Good question, I have owned most all the Nanohone stuff as well, not too much of the Diamond Matrix but all the regular stuff and the flattening plates. The Nanohone 6k finishes above its grit to me and it’s a more smooth 6k stone. It’s more likely to lead to slightly over polished edge. I’ve not had that happen at all on the Morihei. I find the Morihei better for edge tooth and leaving more contrast in steels. The Nanohone is more shiny mirror type polish and seems to erase some contrast. Reminds me a lot of the higher grit shaptons regarding the erasing polish part.

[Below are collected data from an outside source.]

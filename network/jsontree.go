package network

import (
	"bytes"
	"encoding/json"
	"errors"
	"fmt"
	"io"
	"slices"
	"strings"
	"unicode/utf8"

	"kinetarium/internal/atomicfile"
)

// jnode is a JSON value with the byte offset where it starts, so that the
// model reader can say on which line and column each problem is.
type jnode struct {
	kind byte // '{' object, '[' list, '"' text, '0' number, 'b' true/false, 'n' null
	b    bool
	// lazy marks a list whose items are not in the tree: str holds its
	// text (a slice of the document's), read an item at a time by
	// eachItem. The model reader's long lists (species, reactions, …)
	// are read so, so that the tree of the whole file is never in memory.
	lazy  bool
	count int // the number of items of a lazy list
	off   int64
	keys  []string // object keys in file order
	kOffs []int64  // where each key starts
	vals  []*jnode // object values, in the order of keys
	items []*jnode // list items
	// str is the text of a string, or the digits of a number as written
	// (num gives them as a json.Number). One field for both keeps the
	// node at 128 bytes: a large model file has hundreds of thousands.
	str string
}

// num returns a number node's digits.
func (n *jnode) num() json.Number { return json.Number(n.str) }

// get returns the value of key k of an object.
func (n *jnode) get(k string) (*jnode, bool) {
	for i, key := range n.keys {
		if key == k {
			return n.vals[i], true
		}
	}
	return nil, false
}

// what names the kind of n for messages.
func (n *jnode) what() string {
	switch n.kind {
	case '{':
		return "an object"
	case '[':
		return "a list"
	case '"':
		return "text"
	case 'b':
		return "true/false"
	case 'n':
		return "null"
	}
	return "a number"
}

// syntaxError is a JSON syntax error at a byte offset.
type syntaxError struct {
	off int64
	msg string
}

func (e *syntaxError) Error() string { return e.msg }

// parseJSON reads one JSON value from data into a tree, and refuses text
// after it. A valid document (json.Valid) is read by a direct scan of the
// bytes; any other is read token by token with encoding/json's decoder,
// whose errors say what is wrong where.
func parseJSON(data []byte) (*jnode, error) {
	return parseJSONText(data, string(data))
}

// parseJSONText is parseJSON on data whose text is also given as a
// string: the strings of the tree are then slices of text, with no copy
// of their own.
func parseJSONText(data []byte, text string) (*jnode, error) {
	if json.Valid(data) {
		return parseValid(text), nil
	}
	return parseJSONTokens(data)
}

// parseValid reads text that json.Valid accepted.
func parseValid(text string) *jnode {
	f := fastParser{data: text}
	f.space()
	return f.value()
}

// parseModelJSON is parseJSONText for the model reader: on a valid
// document, the lists that are members of the top-level object are left
// lazy (see jnode.lazy), to be read an item at a time by eachItem.
func parseModelJSON(data []byte, text string) (*jnode, error) {
	if json.Valid(data) {
		f := fastParser{data: text, lazyLists: true}
		f.space()
		return f.value(), nil
	}
	return parseJSONTokens(data)
}

// length returns the number of items of the list n.
func (n *jnode) length() int {
	if n.lazy {
		return n.count
	}
	return len(n.items)
}

// eachItem calls fn with each item of the list n in order, and with its
// index. The items of a lazy list are read from the document text (of
// which n.str is a slice) one at a time, into nodes that are reused for
// the next item: fn must not keep x or any node under it.
func eachItem(n *jnode, text string, fn func(i int, x *jnode)) {
	if !n.lazy {
		for i, x := range n.items {
			fn(i, x)
		}
		return
	}
	f := fastParser{data: text, pos: int(n.off) + 1}
	for i := 0; ; i++ {
		f.space()
		if f.data[f.pos] == ']' {
			return
		}
		f.reuse()
		fn(i, f.value())
		f.space()
		if f.data[f.pos] == ',' {
			f.pos++
		}
	}
}

// parseJSONTokens is parseJSON by encoding/json's tokens.
func parseJSONTokens(data []byte) (*jnode, error) {
	p := &jparser{data: data, dec: json.NewDecoder(bytes.NewReader(data))}
	p.dec.UseNumber()
	tok, err := p.token()
	if err != nil {
		return nil, err
	}
	n, err := p.value(tok)
	if err != nil {
		return nil, err
	}
	off := p.dec.InputOffset()
	if rest := data[off:]; len(bytes.TrimSpace(rest)) > 0 {
		off += int64(len(rest) - len(bytes.TrimLeft(rest, " \t\r\n")))
		return nil, &syntaxError{off, "unexpected text after the end of the model"}
	}
	return n, nil
}

type jparser struct {
	data  []byte
	dec   *json.Decoder
	start int64 // where the last token starts
}

// token reads the next token and remembers where it starts.
func (p *jparser) token() (json.Token, error) {
	off := p.dec.InputOffset()
	tok, err := p.dec.Token()
	if err != nil {
		var se *json.SyntaxError
		switch {
		case err == io.EOF || err == io.ErrUnexpectedEOF || strings.Contains(err.Error(), "unexpected end"):
			return nil, &syntaxError{int64(len(p.data)), atomicfile.TruncatedJSON}
		case errors.As(err, &se):
			return nil, &syntaxError{atomicfile.JSONSyntaxOffset(p.data, se), "invalid JSON: " + se.Error()}
		}
		return nil, &syntaxError{off, "invalid JSON: " + err.Error()}
	}
	// Skip the space and the ',' or ':' the decoder consumed before the
	// token.
	for off < int64(len(p.data)) && strings.IndexByte(" \t\r\n,:", p.data[off]) >= 0 {
		off++
	}
	p.start = off
	return tok, nil
}

func (p *jparser) value(tok json.Token) (*jnode, error) {
	n := &jnode{off: p.start}
	switch t := tok.(type) {
	case json.Delim:
		switch t {
		case '{':
			n.kind = '{'
			for p.dec.More() {
				kt, err := p.token()
				if err != nil {
					return nil, err
				}
				koff := p.start
				k, _ := kt.(string)
				vt, err := p.token()
				if err != nil {
					return nil, err
				}
				v, err := p.value(vt)
				if err != nil {
					return nil, err
				}
				n.keys, n.kOffs, n.vals = append(n.keys, k), append(n.kOffs, koff), append(n.vals, v)
			}
		case '[':
			n.kind = '['
			for p.dec.More() {
				vt, err := p.token()
				if err != nil {
					return nil, err
				}
				v, err := p.value(vt)
				if err != nil {
					return nil, err
				}
				n.items = append(n.items, v)
			}
		default:
			return nil, &syntaxError{p.start, fmt.Sprintf("invalid JSON: unexpected %q", rune(t))}
		}
		if _, err := p.token(); err != nil { // the closing delimiter
			return nil, err
		}
	case string:
		n.kind, n.str = '"', t
	case json.Number:
		n.kind, n.str = '0', string(t)
	case bool:
		n.kind, n.b = 'b', t
	case nil:
		n.kind = 'n'
	}
	return n, nil
}

// fastParser reads a document that json.Valid accepted. It builds the
// same tree as the token reader (offsets, keys in file order, repeated
// keys kept, numbers as their text) in one pass over the bytes, several
// times faster than encoding/json's Token for files of thousands of
// items.
type fastParser struct {
	data string
	pos  int
	// Members and items are gathered on these stacks and copied into
	// slices of their exact length when an object or list ends, instead
	// of growing three slices per object.
	keys  []string
	kOffs []int64
	vals  []*jnode
	items []*jnode
	slab  []jnode // nodes are carved from here, a block at a time
	first []jnode // the first block, which reuse hands out again
	// lazyLists leaves the lists that are members of the top-level
	// object unread (jnode.lazy); depth is the nesting of the value
	// being read (0 at the top).
	lazyLists bool
	depth     int
}

// node returns a new node starting at off.
func (f *fastParser) node(off int) *jnode {
	if len(f.slab) == 0 {
		f.slab = make([]jnode, 256)
		if f.first == nil {
			f.first = f.slab
		}
	}
	n := &f.slab[0]
	f.slab = f.slab[1:]
	*n = jnode{off: int64(off)}
	return n
}

// reuse hands out the nodes of the first block again, and drops the
// blocks after it: the nodes read so far must no longer be in use.
func (f *fastParser) reuse() {
	f.slab = f.first
}

// skipList moves past the list that starts at f.pos, in a valid
// document, and returns the number of its items.
func (f *fastParser) skipList() (items int) {
	start, depth, commas := f.pos, 0, 0
	for {
		switch f.data[f.pos] {
		case '[', '{':
			depth++
		case ']', '}':
			depth--
		case ',':
			if depth == 1 {
				commas++
			}
		case '"':
			f.pos++
			for f.data[f.pos] != '"' {
				if f.data[f.pos] == '\\' {
					f.pos++
				}
				f.pos++
			}
		}
		f.pos++
		if depth == 0 {
			break
		}
	}
	if strings.TrimSpace(f.data[start+1:f.pos-1]) == "" {
		return 0
	}
	return commas + 1
}

func (f *fastParser) space() {
	for f.pos < len(f.data) {
		switch f.data[f.pos] {
		case ' ', '\t', '\r', '\n':
			f.pos++
		default:
			return
		}
	}
}

func (f *fastParser) value() *jnode {
	n := f.node(f.pos)
	switch c := f.data[f.pos]; c {
	case '{':
		n.kind = '{'
		f.pos++
		f.space()
		if f.data[f.pos] == '}' {
			f.pos++
			return n
		}
		base := len(f.keys)
		for {
			f.space()
			koff := int64(f.pos)
			k := f.str()
			f.space()
			f.pos++ // ':'
			f.space()
			var v *jnode
			if f.lazyLists && f.depth == 0 && f.data[f.pos] == '[' {
				v = f.node(f.pos)
				v.kind, v.lazy = '[', true
				v.count = f.skipList()
				v.str = f.data[v.off:f.pos]
			} else {
				f.depth++
				v = f.value()
				f.depth--
			}
			f.keys, f.kOffs, f.vals = append(f.keys, k), append(f.kOffs, koff), append(f.vals, v)
			f.space()
			c := f.data[f.pos]
			f.pos++ // ',' or '}'
			if c == '}' {
				break
			}
		}
		n.keys = slices.Clone(f.keys[base:])
		n.kOffs = slices.Clone(f.kOffs[base:])
		n.vals = slices.Clone(f.vals[base:])
		clear(f.vals[base:]) // no stale pointers on the stack
		f.keys, f.kOffs, f.vals = f.keys[:base], f.kOffs[:base], f.vals[:base]
	case '[':
		n.kind = '['
		f.pos++
		f.space()
		if f.data[f.pos] == ']' {
			f.pos++
			return n
		}
		base := len(f.items)
		for {
			f.space()
			f.depth++
			v := f.value()
			f.depth--
			f.items = append(f.items, v)
			f.space()
			c := f.data[f.pos]
			f.pos++ // ',' or ']'
			if c == ']' {
				break
			}
		}
		n.items = slices.Clone(f.items[base:])
		clear(f.items[base:])
		f.items = f.items[:base]
	case '"':
		n.kind, n.str = '"', f.str()
	case 't':
		n.kind, n.b = 'b', true
		f.pos += 4
	case 'f':
		n.kind = 'b'
		f.pos += 5
	case 'n':
		n.kind = 'n'
		f.pos += 4
	default:
		start := f.pos
		for f.pos < len(f.data) && strings.IndexByte("+-0123456789.eE", f.data[f.pos]) >= 0 {
			f.pos++
		}
		n.kind, n.str = '0', f.data[start:f.pos]
	}
	return n
}

// str reads a string at f.pos. One without escapes in valid UTF-8 is
// taken as it is, a slice of the text; others are decoded by
// encoding/json, so that escapes and invalid bytes read as the token
// reader reads them.
func (f *fastParser) str() string {
	start := f.pos
	f.pos++
	plain := true
	for {
		c := f.data[f.pos]
		if c == '"' {
			break
		}
		if c == '\\' {
			plain = false
			f.pos++
		} else if c >= utf8.RuneSelf {
			plain = false
		}
		f.pos++
	}
	f.pos++
	raw := f.data[start:f.pos]
	if plain {
		return raw[1 : len(raw)-1]
	}
	var s string
	json.Unmarshal([]byte(raw), &s) // valid: json.Valid read it
	return s
}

If it was me I’d get the Morihei every time out of the two unless you are looking for something that polishes really well and you want smoother edges like a Yanagi but really for everything else the Morihei is more useful all around.


----------



## crockerculinary (Jul 10, 2021)

I’m no expert on stones, especially not high grit, but Gesshin 6k splash & go is the jam, with the caveat that they recommend soaking it. My guess is it would be great unsoaked as well, but I never tried it that way. Mine has been soaking for more than a year and a half now and it’s been amazing.


----------



## rocketman (Jul 11, 2021)

So years ago, at least 20, but who can remember all of those trips, I was in a knife shop next door to the Tokyo Fish Market..
Being a virgin , I bought a mid range single bevel, and the owner took it in the back, and put an edge on it, with a stone, 
did not resort to the giant stone in the water trough. I asked about a sharpening stone, and he had all kinds of Jnat, and then 
synthetics. Of course all of this was discussed with hand signals, as my Japanese is nil.. He told me not to bother with the jnat,
and go for the synthetic. 
Could have been he thought is a sacrilege to sell a jnat to a novice, virgin.


----------



## Jurrian (Jul 11, 2021)

rocketman said:


> So years ago, at least 20, but who can remember all of those trips, I was in a knife shop next door to the Tokyo Fish Market..
> Being a virgin , I bought a mid range single bevel, and the owner took it in the back, and put an edge on it, with a stone,
> did not resort to the giant stone in the water trough. I asked about a sharpening stone, and he had all kinds of Jnat, and then
> synthetics. Of course all of this was discussed with hand signals, as my Japanese is nil.. He told me not to bother with the jnat,
> ...


That certainly was his thought. In the end all that matters is a sharp knife, no wire edge. Both ways will work fine if you know what you’re doing.


----------



## daveb (Jul 11, 2021)

IIRC synthetics were developed for Pro knife makers to get more efficient results than nats provide. More consistent, work faster, etc.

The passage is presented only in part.